TASK OBJECTIVE =
Your answer should reproduce the full set of records exactly as given.

RECORDS PROVIDED =

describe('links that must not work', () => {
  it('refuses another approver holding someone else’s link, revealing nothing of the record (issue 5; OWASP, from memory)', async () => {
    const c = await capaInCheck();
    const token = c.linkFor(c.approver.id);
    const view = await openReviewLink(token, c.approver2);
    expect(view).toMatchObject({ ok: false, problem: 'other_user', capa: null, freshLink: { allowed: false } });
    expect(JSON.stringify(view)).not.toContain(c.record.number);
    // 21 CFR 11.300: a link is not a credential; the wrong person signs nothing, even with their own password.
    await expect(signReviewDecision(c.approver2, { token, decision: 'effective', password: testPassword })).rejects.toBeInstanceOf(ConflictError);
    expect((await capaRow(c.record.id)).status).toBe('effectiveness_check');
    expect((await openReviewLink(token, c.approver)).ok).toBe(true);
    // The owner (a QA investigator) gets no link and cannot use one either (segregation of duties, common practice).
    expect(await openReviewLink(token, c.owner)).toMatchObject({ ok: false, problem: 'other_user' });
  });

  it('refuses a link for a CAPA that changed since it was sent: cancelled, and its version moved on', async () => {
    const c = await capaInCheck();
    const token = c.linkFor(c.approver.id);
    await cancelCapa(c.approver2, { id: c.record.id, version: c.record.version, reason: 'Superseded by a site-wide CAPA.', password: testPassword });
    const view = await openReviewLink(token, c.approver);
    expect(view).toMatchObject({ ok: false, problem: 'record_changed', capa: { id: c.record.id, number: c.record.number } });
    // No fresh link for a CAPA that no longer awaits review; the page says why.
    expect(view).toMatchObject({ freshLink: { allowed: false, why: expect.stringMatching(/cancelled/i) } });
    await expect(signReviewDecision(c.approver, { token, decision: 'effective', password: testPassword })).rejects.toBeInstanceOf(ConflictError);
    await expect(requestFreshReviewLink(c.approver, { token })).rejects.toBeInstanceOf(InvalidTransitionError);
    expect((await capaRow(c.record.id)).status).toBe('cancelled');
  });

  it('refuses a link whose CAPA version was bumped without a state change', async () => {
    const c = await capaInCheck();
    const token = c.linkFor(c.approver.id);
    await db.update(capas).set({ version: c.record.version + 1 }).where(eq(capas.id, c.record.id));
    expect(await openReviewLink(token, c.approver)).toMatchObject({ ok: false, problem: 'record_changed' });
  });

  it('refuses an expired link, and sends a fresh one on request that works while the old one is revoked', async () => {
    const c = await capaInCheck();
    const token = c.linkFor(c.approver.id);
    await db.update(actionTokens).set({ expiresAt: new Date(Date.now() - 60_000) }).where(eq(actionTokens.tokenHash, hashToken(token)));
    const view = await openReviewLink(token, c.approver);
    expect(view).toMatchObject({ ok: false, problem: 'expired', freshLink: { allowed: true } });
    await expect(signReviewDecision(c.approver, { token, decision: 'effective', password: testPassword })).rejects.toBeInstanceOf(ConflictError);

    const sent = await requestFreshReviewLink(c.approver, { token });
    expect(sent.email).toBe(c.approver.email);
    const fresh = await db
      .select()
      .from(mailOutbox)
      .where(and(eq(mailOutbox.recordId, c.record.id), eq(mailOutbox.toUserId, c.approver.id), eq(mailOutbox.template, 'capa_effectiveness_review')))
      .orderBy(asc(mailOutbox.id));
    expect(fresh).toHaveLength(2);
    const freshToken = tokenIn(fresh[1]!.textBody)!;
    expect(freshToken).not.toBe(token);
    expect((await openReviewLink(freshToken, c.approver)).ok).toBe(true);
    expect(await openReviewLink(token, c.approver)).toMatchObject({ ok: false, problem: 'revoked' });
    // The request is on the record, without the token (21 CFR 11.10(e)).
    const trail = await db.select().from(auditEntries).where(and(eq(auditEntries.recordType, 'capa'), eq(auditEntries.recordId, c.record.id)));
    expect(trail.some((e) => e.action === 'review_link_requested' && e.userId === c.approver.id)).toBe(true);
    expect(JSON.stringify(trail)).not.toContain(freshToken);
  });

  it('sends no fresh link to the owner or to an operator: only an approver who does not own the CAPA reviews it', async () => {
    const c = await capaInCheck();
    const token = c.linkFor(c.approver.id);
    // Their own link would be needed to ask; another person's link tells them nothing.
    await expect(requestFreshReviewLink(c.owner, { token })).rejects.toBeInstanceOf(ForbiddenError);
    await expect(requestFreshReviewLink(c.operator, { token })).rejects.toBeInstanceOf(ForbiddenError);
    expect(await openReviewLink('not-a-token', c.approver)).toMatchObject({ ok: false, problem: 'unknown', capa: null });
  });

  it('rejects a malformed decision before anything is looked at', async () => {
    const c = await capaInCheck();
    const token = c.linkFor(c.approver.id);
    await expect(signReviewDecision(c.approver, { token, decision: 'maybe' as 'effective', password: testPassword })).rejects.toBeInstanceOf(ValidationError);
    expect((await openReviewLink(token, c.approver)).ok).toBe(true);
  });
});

ANSWER BOX =
describe('links that must not work', () => {
  it('refuses another approver holding someone else’s link, revealing nothing of the record (issue 5; OWASP, from memory)', async () => {
    const c = await capaInCheck();
    const token = c.linkFor(c.approver.id);
    const view = await openReviewLink(token, c.approver2);
    expect(view).toMatchObject({ ok: false, problem: 'other_user', capa: null, freshLink: { allowed: false } });
    expect(JSON.stringify(view)).not.toContain(c.record.number);
    // 21 CFR 11.300: a link is not a credential; the wrong person signs nothing, even with their own password.
    await expect(signReviewDecision(c.approver2, { token, decision: 'effective', password: testPassword })).rejects.toBeInstanceOf(ConflictError);
    expect((await capaRow(c.record.id)).status).toBe('effectiveness_check');
    expect((await openReviewLink(token, c.approver)).ok).toBe(true);
    // The owner (a QA investigator) gets no link and cannot use one either (segregation of duties, common practice).
    expect(await openReviewLink(token, c.owner)).toMatchObject({ ok: false, problem: 'other_user' });
  });

  it('refuses a link for a CAPA that changed since it was sent: cancelled, and its version moved on', async () => {
    const c = await capaInCheck();
    const token = c.linkFor(c.approver.id);
    await cancelCapa(c.approver2, { id: c.record.id, version: c.record.version, reason: 'Superseded by a site-wide CAPA.', password: testPassword });
    const view = await openReviewLink(token, c.approver);
    expect(view).toMatchObject({ ok: false, problem: 'record_changed', capa: { id: c.record.id, number: c.record.number } });
    // No fresh link for a CAPA that no longer awaits review; the page says why.
    expect(view).toMatchObject({ freshLink: { allowed: false, why: expect.stringMatching(/cancelled/i) } });
    await expect(signReviewDecision(c.approver, { token, decision: 'effective', password: testPassword })).rejects.toBeInstanceOf(ConflictError);
    await expect(requestFreshReviewLink(c.approver, { token })).rejects.toBeInstanceOf(InvalidTransitionError);
    expect((await capaRow(c.record.id)).status).toBe('cancelled');
  });

  it('refuses a link whose CAPA version was bumped without a state change', async () => {
    const c = await capaInCheck();
    const token = c.linkFor(c.approver.id);
    await db.update(capas).set({ version: c.record.version + 1 }).where(eq(capas.id, c.record.id));
    expect(await openReviewLink(token, c.approver)).toMatchObject({ ok: false, problem: 'record_changed' });
  });

  it('refuses an expired link, and sends a fresh one on request that works while the old one is revoked', async () => {
    const c = await capaInCheck();
    const token = c.linkFor(c.approver.id);
    await db.update(actionTokens).set({ expiresAt: new Date(Date.now() - 60_000) }).where(eq(actionTokens.tokenHash, hashToken(token)));
    const view = await openReviewLink(token, c.approver);
    expect(view).toMatchObject({ ok: false, problem: 'expired', freshLink: { allowed: true } });
    await expect(signReviewDecision(c.approver, { token, decision: 'effective', password: testPassword })).rejects.toBeInstanceOf(ConflictError);

    const sent = await requestFreshReviewLink(c.approver, { token });
    expect(sent.email).toBe(c.approver.email);
    const fresh = await db
      .select()
      .from(mailOutbox)
      .where(and(eq(mailOutbox.recordId, c.record.id), eq(mailOutbox.toUserId, c.approver.id), eq(mailOutbox.template, 'capa_effectiveness_review')))
      .orderBy(asc(mailOutbox.id));
    expect(fresh).toHaveLength(2);
    const freshToken = tokenIn(fresh[1]!.textBody)!;
    expect(freshToken).not.toBe(token);
    expect((await openReviewLink(freshToken, c.approver)).ok).toBe(true);
    expect(await openReviewLink(token, c.approver)).toMatchObject({ ok: false, problem: 'revoked' });
    // The request is on the record, without the token (21 CFR 11.10(e)).
    const trail = await db.select().from(auditEntries).where(and(eq(auditEntries.recordType, 'capa'), eq(auditEntries.recordId, c.record.id)));
    expect(trail.some((e) => e.action === 'review_link_requested' && e.userId === c.approver.id)).toBe(true);
    expect(JSON.stringify(trail)).not.toContain(freshToken);
  });

  it('sends no fresh link to the owner or to an operator: only an approver who does not own the CAPA reviews it', async () => {
    const c = await capaInCheck();
    const token = c.linkFor(c.approver.id);
    // Their own link would be needed to ask; another person's link tells them nothing.
    await expect(requestFreshReviewLink(c.owner, { token })).rejects.toBeInstanceOf(ForbiddenError);
    await expect(requestFreshReviewLink(c.operator, { token })).rejects.toBeInstanceOf(ForbiddenError);
    expect(await openReviewLink('not-a-token', c.approver)).toMatchObject({ ok: false, problem: 'unknown', capa: null });
  });

  it('rejects a malformed decision before anything is looked at', async () => {
    const c = await capaInCheck();
    const token = c.linkFor(c.approver.id);
    await expect(signReviewDecision(c.approver, { token, decision: 'maybe' as 'effective', password: testPassword })).rejects.toBeInstanceOf(ValidationError);
    expect((await openReviewLink(token, c.approver)).ok).toBe(true);
  });
});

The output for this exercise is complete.